Court of Customs and Patent Appeals
Apr 27, 1942
29 C.C.P.A. 1018 (C.C.P.A. 1942)

Opinion

Patent Appeals No. 4566.

April 27, 1942.

Appeal from Board of Patent Appeals, Serial No. 134,837.

Proceeding in the matter of the application of Harold Von Bramer and another for a patent. From a decision of the Board of Appeals of the United States Patent Office affirming a decision of the primary examiner denying patentability of all of the claims, applicants appeal.

Affirmed.

Newton M. Perrins and Daniel I. Mayne, both of Rochester, N.Y., for appellants.

W.W. Cochran, of Washington, D.C. (Clarence W. Moore, of Washington, D.C., of counsel), for Commissioner of Patents.

Before GARRETT, Presiding Judge, and BLAND, HATFIELD, LENROOT, and JACKSON, Associate Judges.


This is an appeal from a decision of the Board of Appeals affirming that of the Primary Examiner denying patentability, in view of the prior art, of all of the claims, numbered 1 to 20, inclusive, in an application for a patent alleging new and useful improvements in "Treatment of Motor Fuels". The application is a division of a copending application Serial No. 96,467, filed August 17, 1936.

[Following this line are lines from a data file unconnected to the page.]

// The items, in the order of the vocabulary.
const (
	NoItem Item = iota
	Mentation
	Behaviour
	SeizureSinceLast
	Breathing
	Gums
	Appetite
	Voice
	Cough
	Regurgitation
	SelfTrauma
	Wound
	Skin
	Fatigue
	MuscleCondition
	Ambulation
	VoluntaryMotor
	ReflexWalking
	Ataxia
	AtaxiaProprioceptive
	AtaxiaVestibular
	AtaxiaCerebellar
	Stride
	Hypermetria
	Knuckling
	GroundClearance
	Lameness
	RootSignature
	Stance
	NeckCarriage
	HeadTilt
	HeadTurn
	Circling
	Tremor
	SchiffSherrington
	PawPlacement
	Hopping
	TactilePlacing
	ExtensorThrust
	Wheelbarrow
	Menace
	PupillaryLight
	Palpebral
	FacialSensation
	Corneal
	Vision
	EyeFollow
	PupilSize
	FaceDroop
	Strabismus
	Nystagmus
	NystagmusFastPhase
	NystagmusDirection
	Horner
	Gag
	JawTone
	Tongue
	Swallowing
	Withdrawal
	WithdrawalShoulder
	WithdrawalElbow
	WithdrawalCarpus
	WithdrawalHip
	WithdrawalStifle
	WithdrawalHock
	WithdrawalDigits
	Biceps
	Triceps
	ExtensorCarpi
	Patellar
	CranialTibial
	Gastrocnemius
	CrossedExtensor
	Perineal
	CutaneousTrunci
	CutaneousTrunciTwitch
	Tone
	TailTone
	TailMovement
	AnalTone
	PhantomScratching
	MassTemporalis
	MassMasseter
	MassSupraspinatus
	MassInfraspinatus
	MassBiceps
	MassTriceps
	MassExtensorCarpi
	MassForearmFlexors
	MassQuadriceps
	MassHamstrings
	MassGluteals
	MassCranialTibial
	MassGastrocnemius
	MassEpaxial
	SuperficialPain
	DeepPain
	SensationRadial
	SensationUlnar
	SensationMusculocutaneous
	SensationAxillary
	SensationSaphenous
	SensationFibular
	SensationTibial
	SensationPudendal
	SpinalPain
	LumbosacralExtension
	TailLift
	JointPain
	JointSwelling
	LimbPain
	StifleInstability
	FemoralPulse
	PawWarmth
	VoluntaryUrination
	BladderFill
	BladderOutflow
	UrineLeak
	UrineLook
	FaecalContinence
	Defaecation
	itemCount
)

// ItemCount is the number of items, counting NoItem: every Item is below it.
const ItemCount = int(itemCount)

Product claims 1, 4, 6, 7, 11, 13 and 20 are the claims before us, the other claims having been cancelled by appellants subsequently to the decision of the board.

Claims 1 and 4 are illustrative and read as follows:

"1. A motor fuel comprising hydrocarbons and normally tending to deteriorate containing, in an amount sufficient to substantially retard the deterioration, a N-(primary-alkyl)-aminophenol in which the primaryalkyl group contains at least five carbon atoms.

"2. A motor fuel comprising hydrocarbons and normally tending to deteriorate containing, in an amount sufficient to substantially retard the deterioration, a N-(n-primary-amyl)-p-aminophenol."

The references cited are: Wade (British), 350,438, June 5, 1931; Gutzeit, 2,074,467, March 23, 1937; Atwell, 2,081,130, May 25, 1937; Wilson, 2,084,754, June 22, 1937; Rogers et al., 2,084,977, June 22, 1937; Clifford, 2,109,164, February 22, 1938.

The subject matter of the claimed invention relates to "the treatment of motor fuels comprising hydrocarbons, the treatment serving to retard or inhibit deterioration of the motor fuels" and is directed to a motor fuel such as "cracked" gasoline stabilized against deterioration by the addition of a N-(primaryalkyl)-aminophenol.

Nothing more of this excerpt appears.